» **TASK DESCRIPTION**
Every line of the records that contains the string "CASES" counts once; give the total and nothing else.

» **PROVIDED DATA**

"""Point groups of enumerated isomers against pymatgen's PointGroupAnalyzer
(pymatgen.symmetry.analyzer; a general-purpose library from the package
registry, used here as a test dependency only).

Each isomer is built as a 3-D model: the metal at the origin, each donor
along its site vector as an element (and at a bond length) that stands for
its ligand and donor label, and one backbone atom outside the midpoint of every chelate or
tripod link, so that the model's symmetry is that of the decorated site set
with its connectivity.  A tripod also gets a cap atom on the axis through the
centroid of its face (its C3 axis when its donors are alike); an η-ring is one
atom on its site, a stand-in with the axial symmetry the piano-stool
idealisation gives the ring.  pymatgen finds the group from the coordinates
alone.
"""

from __future__ import annotations

import numpy as np
import pytest
from support.oracles import brute_stabiliser  # tests/ is on sys.path under pytest

from enumerator.isomers.enumeration import enumerate_isomers
from enumerator.parse.abstract import parse_abstract
from enumerator.workflow.pipeline import apply_settings

pytest.importorskip("pymatgen")
from pymatgen.core import Molecule  # noqa: E402
from pymatgen.symmetry.analyzer import PointGroupAnalyzer  # noqa: E402

# widely spread masses and bond lengths keep the models clear of accidental
# degeneracy of the principal moments of inertia, which misleads an
# inertia-based analyser such as pymatgen's (common practice)
DONOR_ELEMENTS = ["C", "Br", "Na", "I", "F", "Xe", "P", "Rb", "S", "Cs", "Cl", "Ba", "K"]
LINK_ELEMENTS = ["Li", "Kr", "B", "Sn", "Mg", "Sb", "Al", "Te"]
CAP_ELEMENTS = ["Ge", "Se", "Ga"]


def model(iso):
    labels: dict[tuple[str, str], str] = {}
    links: dict[str, str] = {}
    species, coords = ["He"], [[0.0, 0.0, 0.0]]
    for s in iso.sites:
        key = (s.ligand, s.donor)
        if key not in labels:
            labels[key] = DONOR_ELEMENTS[len(labels)]
        species.append(labels[key])
        k = list(labels).index(key)
        coords.append(list((1.5 + 0.37 * k) * np.array(s.position)))
    for a, b, lig in iso.links():
        if lig not in links:
            links[lig] = LINK_ELEMENTS[len(links)]
        mid = (np.array(iso.geometry.vectors[a]) + np.array(iso.geometry.vectors[b])) / 2
        species.append(links[lig])
        coords.append(list(mid / np.linalg.norm(mid) * 2.6))
    caps: dict[str, str] = {}
    for kind, piece in iso.placements:
        if not kind.tripod:
            continue
        for t in piece:
            caps.setdefault(kind.name, CAP_ELEMENTS[len(caps)])
            axis = sum(np.array(iso.geometry.vectors[x]) for x in t)
            species.append(caps[kind.name])
            coords.append(list(axis / np.linalg.norm(axis) * 3.3))
    return Molecule(species, coords)


def pymatgen_group(iso) -> str:
    # the models are exact, so a tight eigenvalue tolerance is right; pymatgen's
    # default (0.01) merges nearly equal moments and then misses operations
    sym = PointGroupAnalyzer(model(iso), tolerance=0.1, eigen_tolerance=0.001).sch_symbol
    return {"D*h": "Dinfh", "C*v": "Cinfv"}.get(sym, sym)


CASES = [
    # monodentate patterns on every geometry
    *[(f, "SP-4", {}) for f in ["Ma4", "Ma3b", "Ma2b2", "Ma2bc", "Mabcd"]],
    *[(f, "T-4", {}) for f in ["Ma3b", "Ma2b2", "Ma2bc", "Mabcd"]],
    *[(f, "TP-3", {}) for f in ["Ma2b", "Mabc"]],
    *[(f, "TS-3", {}) for f in ["Ma3", "Ma2b", "Mabc"]],
    *[(f, "SS-4", {}) for f in ["Ma4", "Ma3b", "Ma2b2", "Ma2bc", "Mabcd", "M(AA)b2", "M(AB)2"]],
    *[(f, "L-2", {}) for f in ["Ma2", "Mab"]],
    *[(f, "TBPY-5", {}) for f in ["Ma5", "Ma4b", "Ma3b2", "Ma3bc", "Ma2b2c", "Mabcde"]],
    *[(f, "SPY-5", {}) for f in ["Ma4b", "Ma3b2", "Ma2b2c", "Ma2bcd"]],
    *[
        (f, "OC-6", {})
        for f in ["Ma6", "Ma5b", "Ma4b2", "Ma3b3", "Ma4bc", "Ma3b2c", "Ma2b2c2", "Ma3bcd", "Ma2b2cd", "Mabcdef"]
    ],
    *[(f, "TPR-6", {}) for f in ["Ma4b2", "Ma3b3", "Ma2b2c2"]],
    *[(f, "HP-6", {}) for f in ["Ma4b2", "Ma3b3", "Ma2b2c2"]],
    *[(f, "PBPY-7", {}) for f in ["Ma5b2", "Ma4b3", "Ma3b2c2"]],
    *[(f, sym, {}) for f in ["Ma5b2", "Ma4b3", "Ma3b2c2", "M(AA)a5"] for sym in ("OCF-7", "TPRS-7")],
    *[(f, sym, {}) for f in ["Ma6b2", "Ma4b4", "Ma4b2c2"] for sym in ("CU-8", "SAPR-8", "HBPY-8", "DD-8")],
    ("M(AA)4", "DD-8", {}),
    *[(f, "IC-12", {}) for f in ["Ma10b2", "Ma9b3", "Ma6b6"]],
    # chelates and rings
    *[
        (f, "OC-6", {})
        for f in [
            "M(AA)3",
            "M(AA)2b2",
            "M(AA)2bc",
            "M(AB)3",
            "M(AB)2b2",
            "M(AA)b4",
            "M(AA)b2c2",
            "M(AB)b2c2",
            "M(AAA)b3",
            "M(ABA)b3",
            "M(ABC)b3",
            "M(AAA)2",
            "M(ABA)2",
            "M(AA)(BB)c2",
            "M(AB)(AA)b2",
        ]
    ],
    # tripods on a face
    *[
        (f, "OC-6", {})
        for f in ["M{AAA}b3", "M{ABB}c3", "M{ABC}d3", "M{AAA}b2c", "M{AAA}bcd", "M{AAA}2", "M{ABB}2", "M{AAA}(AA)b"]
    ],
    *[(f, "TBPY-5", {}) for f in ["M{AAA}b2", "M{AAA}bc", "M{ABB}c2"]],
    *[(f, "T-4", {}) for f in ["M{AAA}b", "M{ABB}c"]],
    ("M{AAA}b3", "TPR-6", {}),
    ("M{AAA}", "TPY-3", {}),
    # eta-rings on one site: piano stools, metallocenes
    *[(f, "TPY-3", {}) for f in ["M(ring)a2", "M(ring)ab", "M(ring)(AA)"]],
    *[(f, "T-4", {}) for f in ["M(ring)a3", "M(ring)a2b", "M(ring)abc", "M(ring)2a2", "M(ring)2ab", "M(ring)(AA)b"]],
    *[(f, "SPY-5", {}) for f in ["M(ring)a4", "M(ring)a3b", "M(ring)a2b2", "M(ring)a2bc", "M(ring)(AA)b2"]],
    *[(f, "L-2", {}) for f in ["M(ring)2", "M(ring)a"]],
    *[(f, "OC-6", {}) for f in ["M(ring)a5", "M(ring){AAA}b2", "M(ring)2a2b2"]],
    ("M(ring)a2b2", "TBPY-5", {}),
    *[(f, "SP-4", {}) for f in ["M(AA)b2", "M(AB)b2", "M(AB)2", "M(AB)bc"]],
    *[(f, "T-4", {}) for f in ["M(AA)b2", "M(AB)2", "M(AB)bc"]],
    *[(f, "TBPY-5", {}) for f in ["M(AA)b3", "M(AB)b3", "M(AA)b2c"]],
    *[(f, "SPY-5", {}) for f in ["M(AA)b3", "M(AB)bcd"]],
    ("M(AA)3", "TPR-6", {}),
    ("M(AA)4", "SAPR-8", {}),
    ("M(AA)4", "CU-8", {}),
    ("M(AAA)b3", "OC-6", {"arrangements": [("AAA", "mer")]}),
]


@pytest.mark.parametrize("formula,symbol,opts", CASES, ids=[f"{c[0]}@{c[1]}" for c in CASES])
def test_point_groups_match_pymatgen(rules, formula, symbol, opts):
    comp = apply_settings(parse_abstract(formula), opts.get("spans", ()), opts.get("arrangements", ()))
    s = enumerate_isomers(comp, rules.geometry(symbol))
    for iso in s.isomers:
        assert iso.point_group == pymatgen_group(iso), (formula, symbol, iso.id)


def test_chirality_agrees_with_pymatgen(rules):
    # a model is chiral exactly when pymatgen finds no improper operation
    for formula in ["M(AA)3", "M(AA)2b2", "M(AB)3", "Ma2b2c2", "Mabcdef", "M(ABC)2"]:
        for iso in enumerate_isomers(parse_abstract(formula), rules.geometry("OC-6")).isomers:
            pga = PointGroupAnalyzer(model(iso), tolerance=0.1, eigen_tolerance=0.001)
            improper = any(np.linalg.det(op.rotation_matrix) < 0 for op in pga.get_symmetry_operations())
            assert iso.chiral == (not improper), (formula, iso.id)


def test_stabilisers_match_brute_force(rules):
    """The stabiliser found during the orbit walk equals the set of geometry
    operations that preserve every site label and every link, checked by
    trying each operation (common practice)."""
    for formula, symbol in [
        ("M(AB)2b2", "OC-6"),
        ("M(ring)a2b", "T-4"),
        ("M(ring)a2bc", "SPY-5"),
        ("M{ABB}c3", "OC-6"),
        ("M{ABC}de", "TBPY-5"),
        ("Ma3b3c3d3", "IC-12"),
        ("M(AA)2b", "TBPY-5"),
        ("M(ABA)bc", "SPY-5"),
    ]:
        g = rules.geometry(symbol)
        for iso in enumerate_isomers(parse_abstract(formula), g, limit=400).isomers:
            assert brute_stabiliser(g, iso) == iso.stabiliser, (formula, iso.id)


REAL_STOOLS_AND_TRIPODS = [
    "[TpMn(CO)3]",
    "[W(CO)3(tacn)]",
    "[Cr(CO)3(triphos)]",
    "[CpCo(CO)2]",
    "[CpMn(CO)3]",
    "[CpFe(CO)(PPh3)(Me)]",
    "[CpW(CO)3Me]",
    "[CpW(CO)2(PPh3)Me]",
    "[Cp2ZrCl2]",
    "[Cp2Fe]",
    "[(C6H6)Cr(CO)3]",
]


@pytest.mark.parametrize("formula", REAL_STOOLS_AND_TRIPODS)
def test_real_stools_and_tripods_match_pymatgen(formula):
    """The catalogue complexes on the frame the geometry rules choose: each ring one stand-in atom on its site,
    each tripod a cap atom on its face's axis (the models of this file)."""
    from enumerator.workflow.pipeline import analyse

    for iso in analyse(formula).isomers:
        assert iso.point_group == pymatgen_group(iso), (formula, iso.id)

» **SOLUTION TO THIS PROBLEM**
2